Records from a data source
++++++++
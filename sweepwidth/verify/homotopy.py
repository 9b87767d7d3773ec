"""Independent replay of discrete homotopies (witnesses of ``parameter='homotopy'``).

The checker rebuilds every walk of a homotopy from the witness
``{"start": walk, "moves": [...]}`` using only PlaneGraph queries (tails,
heads, face boundary walks, weights) and its own code for walks and moves; it
does not use the solvers' move code in :mod:`sweepwidth.problems.homotopy`.

Rules checked for every move (the shared specification of curves and moves):

* the move is well formed (op, integer position in range, dart and face ids);
* a flip does not touch a hole, and the removed piece followed by the reverse
  of the inserted piece is the boundary walk of the face up to rotation, in
  either orientation; an inserted whole loop starts at the walk's vertex at
  that position; pieces of open walks do not wrap;
* spikes and unspikes only when allowed; a spike leaves the vertex at its
  position; an unspike removes a dart followed by its reverse;
* every walk is a walk (consecutive darts meet) and closed or from s to t;
* with ``simple=True`` every walk but a final point is a simple cycle or path;
  with ``monotone=True`` no face is flipped twice;
* the witness starts at the problem's start (closed: up to rotation) and ends
  at its end condition (a point anywhere by default; an end curve up to
  rotation for closed walks, exactly for open walks).

The recomputed height is the largest length over all walks.
"""

from __future__ import annotations

from typing import Any, Mapping, Sequence

from ..errors import InvalidArgumentError, SweepwidthError, WitnessError
from . import register_checker

__all__ = ["replay_homotopy", "check_homotopy"]


def _label_key(P: Any, x: Any) -> int:
    def tup(y: Any) -> Any:
        return tuple(tup(z) for z in y) if isinstance(y, list) else y

    for cand in (x, tup(x)):
        try:
            if P.has_vertex(cand):
                return P.index(cand)
        except TypeError:
            pass
    raise WitnessError(f"{x!r} is not a vertex of the plane graph")


class _Walk:
    """A walk as a list of darts plus the vertex of a point (own code, for checking only)."""

    __slots__ = ("darts", "point")

    def __init__(self, darts: list[int], point: int | None) -> None:
        self.darts = darts
        self.point = point


def _parse_walk(P: Any, spec: Any, what: str) -> _Walk:
    if not isinstance(spec, Mapping) or "darts" not in spec:
        raise WitnessError(f"{what} must be {{'vertex': v, 'darts': [...]}}, got {spec!r}")
    darts = list(spec["darts"])
    m2 = 2 * P.number_of_edges()
    for i, d in enumerate(darts):
        if isinstance(d, bool) or not isinstance(d, int) or not 0 <= d < m2:
            raise WitnessError(f"{what}: entry {i} is {d!r}, not a dart id")
    v = spec.get("vertex")
    vi = None if v is None else _label_key(P, v)
    if darts:
        if vi is not None and vi != P.tail_index(darts[0]):
            raise WitnessError(f"{what}: 'vertex' {v!r} is not the tail of its first dart")
        return _Walk(darts, None)
    if vi is None:
        raise WitnessError(f"{what}: a point needs its 'vertex'")
    return _Walk([], vi)


def _vertex_at(P: Any, w: _Walk, i: int) -> int:
    if not w.darts:
        return w.point  # type: ignore[return-value]
    if i == len(w.darts):
        return P.head_index(w.darts[-1])
    return P.tail_index(w.darts[i])


def _check_continuity(P: Any, w: _Walk, closed: bool, ends: tuple | None, where: str) -> None:
    ds = w.darts
    for i in range(len(ds) - 1):
        if P.head_index(ds[i]) != P.tail_index(ds[i + 1]):
            raise WitnessError(f"{where}: the walk breaks between darts {i} and {i + 1} ({ds[i]}, {ds[i + 1]})")
    if closed:
        if ds and P.head_index(ds[-1]) != P.tail_index(ds[0]):
            raise WitnessError(f"{where}: the walk is not closed")
    else:
        s, t = ends  # type: ignore[misc]
        a = P.tail_index(ds[0]) if ds else w.point
        b = P.head_index(ds[-1]) if ds else w.point
        if a != s or b != t:
            raise WitnessError(
                f"{where}: the walk runs from {P.label(a)!r} to {P.label(b)!r}, not from {P.label(s)!r} to {P.label(t)!r}"
            )


def _length(P: Any, w: _Walk, closed: bool, length: str) -> float:
    if length == "vertices":
        if closed:
            return float(len(w.darts)) if w.darts else 1.0
        return float(len(w.darts) + 1)
    return float(sum(P.weight(d // 2) for d in w.darts))


def _is_simple(P: Any, w: _Walk, closed: bool) -> bool:
    ds = w.darts
    if not ds:
        return False
    verts = [P.tail_index(d) for d in ds]
    if not closed:
        verts.append(P.head_index(ds[-1]))
        return len(set(verts)) == len(verts)
    return len(set(verts)) == len(verts) and len({d // 2 for d in ds}) == len(ds)


def _same_cyclic(a: Sequence[int], b: Sequence[int]) -> bool:
    if len(a) != len(b):
        return False
    if not a:
        return True
    doubled = list(a) + list(a)
    n = len(a)
    return any(doubled[k:k + n] == list(b) for k in range(n))


def _is_face_boundary(P: Any, f: int, seq: list[int]) -> bool:
    """Is ``seq`` the boundary walk of face f up to rotation, in either orientation?"""
    fwd = list(P.face_darts(f))
    bwd = [d ^ 1 for d in reversed(fwd)]
    return bool(fwd) and (_same_cyclic(fwd, seq) or _same_cyclic(bwd, seq))


def _as_int(x: Any, name: str, where: str) -> int:
    if isinstance(x, bool) or not isinstance(x, int):
        raise WitnessError(f"{where}: {name!r} must be an integer, got {x!r}")
    return x


def _replace(w: _Walk, i: int, k: int, q: list[int], closed: bool, P: Any) -> _Walk:
    ds = w.darts
    L = len(ds)
    if i + k <= L:
        removed = ds[i:i + k]
        new = ds[:i] + q + ds[i + k:]
    else:
        removed = ds[i:] + ds[: (i + k) - L]
        new = q + ds[(i + k) - L:i]
    if new:
        return _Walk(new, None)
    # empty: the point where the removed piece started
    return _Walk([], P.tail_index(removed[0]) if removed else w.point)


def _default_start(P: Any, closed: bool, s: int | None, t: int | None) -> tuple[_Walk, _Walk | None]:
    outer = list(P.face_darts(P.outer_face))
    if closed:
        return (_Walk(outer, None) if outer else _Walk([], 0)), None
    k0 = next((k for k, d in enumerate(outer) if P.tail_index(d) == s), None)
    if k0 is None:
        raise WitnessError(f"s={P.label(s)!r} is not on the outer face")
    rot = outer[k0:] + outer[:k0]
    k1 = next((k for k, d in enumerate(rot) if P.tail_index(d) == t), None)
    if k1 is None:
        raise WitnessError(f"t={P.label(t)!r} is not on the outer face")
    a, b = rot[:k1], rot[k1:]
    return _Walk(a, None), _Walk([d ^ 1 for d in reversed(b)], None)
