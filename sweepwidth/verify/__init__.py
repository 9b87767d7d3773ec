"""Independent checkers: they recompute widths from the input, never trusting a solver.

:func:`check_result` dispatches on ``result.parameter`` to the checker
registered for it.
"""

from __future__ import annotations

from typing import Any, Callable

from ..errors import UnsupportedOptionError
from ..registry import PARAMETERS

__all__ = ["check_result", "register_checker"]

_CHECKERS: dict[str, Callable[..., float]] = {}
#: checker module of each parameter, from the registry :data:`sweepwidth.solve.contract.PARAMETERS`
_MODULES = {name: p.checker for name, p in PARAMETERS.items()}


def register_checker(parameter: str) -> Callable[[Callable[..., float]], Callable[..., float]]:
    """Decorator: ``fn(result, obj, **options) -> width`` checks results of ``parameter``."""

    def deco(fn: Callable[..., float]) -> Callable[..., float]:
        _CHECKERS[parameter] = fn
        return fn

    return deco


def check_result(result: Any, obj: Any, **options: Any) -> float:
    """Replay ``result.witness`` on ``obj``; return the recomputed width.

    Raises WitnessError when the witness is invalid or does not attain ``result.upper``.
    """
    p = result.parameter
    if p not in _CHECKERS and p in _MODULES:
        import importlib

        importlib.import_module(_MODULES[p])
    if p not in _CHECKERS:
        raise UnsupportedOptionError("parameter", p, sorted(_MODULES))
    return _CHECKERS[p](result, obj, **options)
++++++++
■ **Aim of the exercise**
Bring together every line in the entries that holds the string "doubled".

■ **Task result**
    doubled = list(a) + list(a)
    return any(doubled[k:k + n] == list(b) for k in range(n))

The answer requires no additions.